What you should do: Using the listing below, extract each line that has the word "BodyLoad" in it.

• • • • • • •

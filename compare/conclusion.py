"""What an engineer should conclude: what to know first, what governs, and the sentence that says it."""

from __future__ import annotations

from collections.abc import Sequence

from intrados.compare.job import Job
from intrados.compare.ladder import largest_term
from intrados.compare.numeral import common_scale
from intrados.compare.results import Along, Fibre, FibreName, Governing, Peak, StationResult
from intrados.compare.units import Units
from intrados.theory.load import BodyLoad, EndLoad
from intrados.theory.member import Arc, Member
from intrados.theory.spread import BodySpread

# Stresses closer than this are a tie, which the station nearer the start wins.
_TIE = 1e-9
# A peak between stations is worth a word when it exceeds the governing station by more than this share.
_NOTEWORTHY = 0.02
# Stations that carry less than this share of the governing stress are counted apart.
_FAINT = 0.05
# A fibre with less than this share of it is not worth naming as the one that is farthest off.
_WORTH = 0.5
_FIBRES: tuple[FibreName, FibreName] = ("inner", "outer")


def notes(job: Job, cases: Sequence[tuple[StationResult, ...]]) -> tuple[str, ...]:
    """What the reader must know before any number, most important first."""
    about = [
        _about_plane_stress(job, cases),
        _about_unknown_width(cases),
        *_about_loads(job),
        *_about_joints(job),
        *_about_motion(job),
    ]
    return tuple(dict.fromkeys(note for note in about if note))


def _about_plane_stress(job: Job, cases: Sequence[tuple[StationResult, ...]]) -> str:
    """Says so, with the worst fibre, where the plane-stress FE is itself farther off than the agreement band."""
    worst: tuple[float, StationResult, FibreName] | None = None
    for stations in cases:
        for station in stations:
            for name in _FIBRES:
                fibre: Fibre = getattr(station, name)
                if fibre.verdict in ("not comparable", "unloaded") or fibre.best == 0.0:
                    continue
                share = abs(fibre.budget.width) / abs(fibre.best)
                is_large = abs(fibre.best) >= _FAINT * max(abs(station.inner.best), abs(station.outer.best))
                if is_large and share > job.agreement.band and (worst is None or share > worst[0]):
                    worst = (share, station, name)
    if worst is None:
        return ""
    _, station, name = worst
    fibre = getattr(station, name)
    scale = common_scale([fibre.fe, fibre.best])
    decimals = scale.decimals(fibre.fe, fibre.best)
    where = {"over the web": "over the web", "edge": "at the edge", "between": "between middle and edge"}.get(
        fibre.place or "", "at mid-width"
    )
    return (
        f"The plane-stress FE is itself far off for this section: at {station.name}, {name} fibre, it says "
        f"{scale.text(fibre.fe, decimals)}{scale.exponent} {job.units.stress} where the three-dimensional section has "
        f"{scale.text(fibre.best, decimals)}{scale.exponent} {job.units.stress} {where}. Read 'best', which adds that."
    )


def _about_unknown_width(cases: Sequence[tuple[StationResult, ...]]) -> str:
    """Says at which stations the three-dimensional section is not known, so that nothing is concluded there."""
    names = [station.name for station in cases[0] if station.zone is None]
    if not names:
        return ""
    return (
        f"The three-dimensional section cannot be solved on a taper between unlike hollow sections: stations "
        f"{', '.join(names)} are not compared."
    )


def _about_loads(job: Job) -> list[str]:
    found = []
    asked = {load.name: load for load in job.loads if not isinstance(load, EndLoad)}
    for loading in job.loadings:
        for spread in loading.spreads:
            load = asked[spread.name]
            if isinstance(load, BodyLoad):
                continue
            if isinstance(spread, BodySpread):
                found.append(
                    f"Load {spread.name} is on a face of zero width: it enters as a body force over the depth with the "
                    "same resultant."
                )
            if abs(spread.centre - load.share) > 1e-6:
                extent = job.member.extent(spread.piece)
                unit = "deg" if isinstance(job.member.pieces[spread.piece], Arc) else job.units.length
                found.append(
                    f"Bearing {spread.name} settles at {spread.centre * extent:.4g} {unit} of piece "
                    f"{spread.piece + 1}, where the face's normal is parallel to its force, "
                    f"not at {load.share * extent:.4g} {unit}."
                )
    return found


def _about_joints(job: Job) -> list[str]:
    pieces = job.member.pieces
    jumps = [
        str(index) for index in range(1, len(pieces)) if pieces[index - 1].sections[1] != pieces[index].sections[0]
    ]
    if not jumps:
        return []
    return [f"The width jumps at the end of piece {', '.join(jumps)}: fibre stress beside the jump is local."]


def _about_motion(job: Job) -> list[str]:
    if job.loadings[0].start == job.loadings[0].end == "free":
        return ["Both ends are free: displacements are relative to the section at the start."]
    return []


def peak(curves: Along, member: Member) -> Peak | None:
    """The largest FE fibre stress outside load introduction and support, at stations or not."""
    best: Peak | None = None
    for fibre, curve in zip(_FIBRES, (curves.inner, curves.outer), strict=True):
        for index, comparable in enumerate(curves.comparable):
            stress = curve.fe[index]
            if not comparable or (best is not None and abs(stress) <= abs(best.stress) * (1.0 + _TIE)):
                continue
            piece = curves.piece[index] - 1
            position = curves.share[index] * member.extent(piece)
            is_arc = isinstance(member.pieces[piece], Arc)
            best = Peak(
                fibre=fibre,
                piece=piece + 1,
                angle=position if is_arc else None,
                distance=None if is_arc else position,
                s=curves.s[index],
                stress=stress,
                uncertainty=curve.uncertainty[index],
                hand=curve.hand[index],
            )
    return best


def governing(stations: tuple[StationResult, ...], highest: Peak | None, job: Job) -> Governing | None:
    """The comparable fibre with the largest |best| and what to conclude; None where no station can be compared."""
    chosen: tuple[StationResult, FibreName, Fibre] | None = None
    for station in stations:
        for name in _FIBRES:
            fibre: Fibre = getattr(station, name)
            if fibre.verdict in ("not comparable", "unloaded"):
                continue
            if chosen is None or abs(fibre.best) > abs(chosen[2].best) * (1.0 + _TIE):
                chosen = (station, name, fibre)
    if chosen is None:
        return None
    station, name, fibre = chosen
    sentences = [
        _first_sentence(station, name, fibre, job),
        _farthest_off(stations, station, name, fibre.best),
        _elsewhere(stations, fibre.best),
        _beyond_comparison(stations, fibre, job.units),
        _between_stations(highest, fibre, job.units),
    ]
    return Governing(
        station=station.name,
        fibre=name,
        hand=fibre.hand,
        best=fibre.best,
        uncertainty=fibre.uncertainty,
        difference=fibre.difference,
        verdict=fibre.verdict,
        why=" ".join(sentence for sentence in sentences if sentence),
        utilisation=station.utilisation,
    )


def _first_sentence(station: StationResult, name: FibreName, fibre: Fibre, job: Job) -> str:
    scale = common_scale([fibre.hand, fibre.best])
    decimals = scale.decimals(fibre.hand, fibre.best)
    unit, power = job.units.stress, scale.exponent
    numbers = (
        f"hand {scale.text(fibre.hand, decimals)}{power} {unit}, best {scale.text(fibre.best, decimals)}{power} "
        f"± {scale.bound(fibre.uncertainty, decimals)}{power} {unit}"
    )
    place = f"at the governing station {station.name}, {name} fibre ({numbers})"
    band = f"{100.0 * job.agreement.band:g} %"
    off = 100.0 * abs(fibre.difference or 0.0)
    if fibre.verdict == "holds":
        return f"The hand theory holds {place}: it is within the band of {band}."
    cause = _cause(station, name, fibre)
    if fibre.verdict == "low":
        return (
            f"Do not rely on the hand theory {place}: it is {off:.1f} % low, on the unsafe side, "
            f"beyond the band of {band}. {cause}"
        )
    return f"The hand theory is {off:.1f} % high {place}, on the safe side but beyond the band of {band}. {cause}"


def _cause(station: StationResult, name: FibreName, fibre: Fibre) -> str:
    """Which assumption costs most at a fibre, in plain words and percent of the best estimate."""
    terms = fibre.budget
    cause = largest_term(terms)
    share = 100.0 * abs(getattr(terms, cause)) / abs(fibre.best)
    if cause == "thick":
        return f"The bend is too thick for its radius (R/h {station.curvature_ratio:.3g}): that alone is {share:.1f} %."
    if cause == "width" and fibre.place == "over the web":
        return (
            f"The {name} flange bends out of the plane, so that its full width does not carry: that is {share:.1f} %."
        )
    if cause == "width":
        return f"The section changes its shape across its width, which the theory leaves out: that is {share:.1f} %."
    if station.zone == "joint":
        return f"Curvature or section change close by: that is {share:.1f} %."
    return f"The way the load enters still reaches here: that is {share:.1f} %."


def _farthest_off(
    stations: tuple[StationResult, ...], decisive: StationResult, decisive_name: FibreName, governing_stress: float
) -> str:
    """Names the loaded fibre on which the theory is lowest, where that is not the governing one."""
    low = [
        (abs(getattr(station, name).difference or 0.0), station, name)
        for station in stations
        for name in _FIBRES
        if getattr(station, name).verdict == "low"
        and abs(getattr(station, name).best) >= _WORTH * abs(governing_stress)
    ]
    if not low:
        return ""
    off, station, name = max(low, key=lambda item: item[0])
    if (station.name, name) == (decisive.name, decisive_name):
        return ""
    cause = _cause(station, name, getattr(station, name))
    return f"It is farthest off at {station.name}, {name} fibre: {100.0 * off:.1f} % low. {cause}"


def _elsewhere(stations: tuple[StationResult, ...], governing_stress: float) -> str:
    """How the theory does at all compared stations that carry a stress worth the name."""
    fibres = [(station.inner, station.outer) for station in stations]
    compared = [pair for pair in fibres if not {"not comparable", "unloaded"} & {fibre.verdict for fibre in pair}]
    loaded = [pair for pair in compared if max(abs(fibre.best) for fibre in pair) >= _FAINT * abs(governing_stress)]
    holding = sum(all(fibre.verdict == "holds" for fibre in pair) for pair in loaded)
    unsafe = sum(any(fibre.verdict == "low" for fibre in pair) for pair in loaded)
    faint = len(compared) - len(loaded)
    rest = f" ({faint} more carry less than {100.0 * _FAINT:g} % of the governing stress.)" if faint else ""
    if holding == len(loaded):
        return f"It holds on both fibres at all {len(loaded)} loaded stations compared.{rest}"
    return (
        f"Of {len(loaded)} loaded stations compared it holds on both fibres at {holding} and is low, on the unsafe "
        f"side, at {unsafe}.{rest}"
    )


def _beyond_comparison(stations: tuple[StationResult, ...], fibre: Fibre, units: Units) -> str:
    """Names a station outside comparison whose hand stress is larger than the governing one."""
    apart = [
        (max(abs(station.inner.hand), abs(station.outer.hand)), station)
        for station in stations
        if station.inner.verdict == "not comparable"
    ]
    if not apart:
        return ""
    largest, station = max(apart, key=lambda pair: pair[0])
    if largest <= abs(fibre.hand):
        return ""
    reason = {"introduction": "a load enters there", "support": "it is within one depth of the clamped end"}.get(
        station.zone or "", "its three-dimensional section is not known"
    )
    stress = common_scale([largest]).quantity(largest, units.stress)
    return f"Station {station.name} has a larger hand stress, {stress}, but cannot be compared: {reason}."


def _between_stations(highest: Peak | None, fibre: Fibre, units: Units) -> str:
    if highest is None or abs(highest.stress) <= (1.0 + _NOTEWORTHY) * abs(fibre.fe):
        return ""
    stress = common_scale([highest.stress]).quantity(highest.stress, units.stress)
    where = f"{highest.angle:.4g} deg" if highest.angle is not None else f"{highest.distance:.4g} {units.length}"
    return (
        f"Between stations the FE reaches {stress} ({highest.fibre} fibre, piece {highest.piece} at {where}): "
        "set a station there."
    )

• • • • • • •

Response:
from intrados.theory.load import BodyLoad, EndLoad
            if isinstance(load, BodyLoad):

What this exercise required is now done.